Hi All,
I have a very specific application where I use grammar rules to generate random sequences of tokens (up to a maximum length), and train a VAE with these tokens, as in https://arxiv.org/pdf/1703.01925.pdf. I generate sequences on the fly in an IterableDataset, which converts the token sequences to collections of one-hot vectors (one per sequence timestep). Note that the VAE is defined as a Pytorch-Lightning model. Here’s the outline of my custom dataset class:
class SentenceGenerator(IterableDataset):
def __init__(self, grammar, min_sample_len, max_sample_len, batch_size=256, seed=0):
super().__init__()
...
def generate_sentence(self):
# generates a string of tokens ('sentence') using the rules encoded in self.grammar
...
return ''.join(sent)
def generate_one_hots(self):
# converts 'sentences' to sequences of one-hot vectors
self.sents = [self.generate_sentence() for _ in range(self.batch_sz)]
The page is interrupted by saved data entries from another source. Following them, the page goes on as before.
/**
 * The shortlist's combination as one more candidate (combination/shortlist-combination.ts).
 *
 * After the shortlist is refitted and ordered by AICc (shortlist.ts), the equal-weight
 * mean of its members is scored on the same holdout origins as every candidate: at each
 * origin its forecast is the mean of the members' holdout forecasts, scored by the same
 * measures against the same actuals. It replaces the AICc pick when its ranking score is
 * no worse than the pick's. One holdout is the evidence for both, so neither has the
 * advantage of being chosen on it: the combination's members were ranked on that holdout
 * as the pick was.
 *
 * Decided on the M3 training split (bench/RESULTS.md, "Combining the shortlist"): the
 * AICc pick alone, the mean always, the mean of members within a ratio of the best
 * holdout score or an AICc distance, and this rule were compared there; the mean always
 * was best on that split but worst on the other collection we hold (bench:accuracy's 31
 * series), this rule second on both.
 *
 * Not formed: with fewer than two refitted members, for intermittent demand (whose
 * methods already average), or when a request lists `models` without naming
 * 'shortlist-combination'.
 */
import { averageMetrics, computeMetrics, intervalMetrics } from '../metrics.js'
import { meanForecast, SHORTLIST_COMBINATION, COMBINATION_FAMILY } from '../combination/shortlist-combination.js'
import type { Candidate, MetricName, MetricSet } from '../types.js'
import type { Evaluation } from './evaluate.js'

export interface CombinedHoldout {
  /** The point measures (the candidate row's holdoutErrors). */
  readonly metrics: MetricSet
  readonly entry: Candidate
  /**
   * The point measures with MSIS and pinball added, on demand: the members' own spreads
   * cost about a fit each for models without a variance formula, so they are worked out
   * only for the chosen model, as for single models (evaluate.ts).
   */
  readonly withIntervalScores: () => MetricSet
}

/**
 * The combination's holdout errors from its members' evaluations (all scored on the same
 * origins), with MSIS and pinball from the mean of the members' own spreads; null when a
 * member has no holdout forecasts or the ranking measure is undefined for the mean.
 */
export function combinedHoldout(
  members: readonly Evaluation[],
  values: readonly number[],
  seasonLength: number,
  holdout: number,
  metric: MetricName,
): CombinedHoldout | null {
  if (members.length < 2 || members.some((e) => e.holdout === undefined)) return null
  const origins = members[0]!.holdout!.forecasts.length
  if (members.some((e) => e.holdout!.forecasts.length !== origins)) return null
  const n = values.length
  const sets: MetricSet[] = []
  const forecasts: number[][] = []
  for (let k = 0; k < origins; k++) {
    const end = n - holdout - k
    const f = meanForecast(members.map((e) => e.holdout!.forecasts[k]!))
    forecasts.push(f)
    sets.push(computeMetrics(values.slice(end, end + holdout), f, values.slice(0, end), seasonLength))
  }
  const metrics = averageMetrics(sets)
  const score = metrics[metric]
  if (score === null || !Number.isFinite(score)) return null
  const withIntervalScores = (): MetricSet => {
    const spreads = members.map((e) => e.holdout!.spreads())
    const each = forecasts.map((f, k) => {
      const sds = spreads.map((s) => s[k])
      const sd = sds.every((s): s is readonly number[] => s !== null) ? meanForecast(sds) : null
      const end = n - holdout - k
      return intervalMetrics(values.slice(end, end + holdout), f, sd, values.slice(0, end), seasonLength)
    })
    const avg = (key: 'msis' | 'pinball'): number | null =>
      each.every((x) => x[key] !== null) ? each.reduce((a, x) => a + x[key]!, 0) / each.length : null
    return { ...metrics, msis: avg('msis'), pinball: avg('pinball') }
  }
  return {
    metrics,
    entry: { model: SHORTLIST_COMBINATION, family: COMBINATION_FAMILY, status: 'scored', holdoutErrors: metrics, score },
    withIntervalScores,
  }
}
out = make_one_hot(self.grammar, self.tokenizer, self.prod_map, self.sents, max_len=self.max_len,
n_chars=self.n_chars)
return out.transpose(2, 1) # (batch_size, vocab_size, max_length)
def __iter__(self):
return iter(self.generate_one_hots())
-
Batching: For some reason, generating a single matrix of one-hot vectors and letting the DataLoader batch them didn’t work; the batches were always of size one, plus I was having other downstream issues with Pytorch-Lightning. Therefore I resorted to handling batching directly within
SentenceGenerator
, as you can see above. In the DataLoader, I then have to specify the same batch size as in the Dataset for batches to be generated. It is a bit hacky and causes some headaches again downstream in terms of understanding what an epoch is, when to step the LR scheduler, when to log a result, etc. Is there a more elegant way of achieving the same result? -
Multiple outputs from the dataset: In order to help the VAE train, I would like to explicitly pass it the sentence lengths. This cannot be directly derived from the matrix of one-hot vectors because each token can take a variable number of timesteps to produce. Therefore, I need to output this value directly from the IterableDataset like so:
def generate_one_hots(self):
... # same as above except for `return` statement
return out.transpose(2, 1), self.sent_lengths # now returning 2 tensors
def _iter__(self):
return iter(self.generate_one_hots())
… and then upack each batch in vae.forward()
as x, n = batch
where n
contains the lengths of the ‘sentences’ represented by the tensor of one-hot vectors x
. However, in this implementation, only the first object returned by generate_one_hots()
is included in batch and I get a “too few values to unpack” error. Would you have any suggestions? Ideally one that solves both issues at once!
Thanks a million in advance.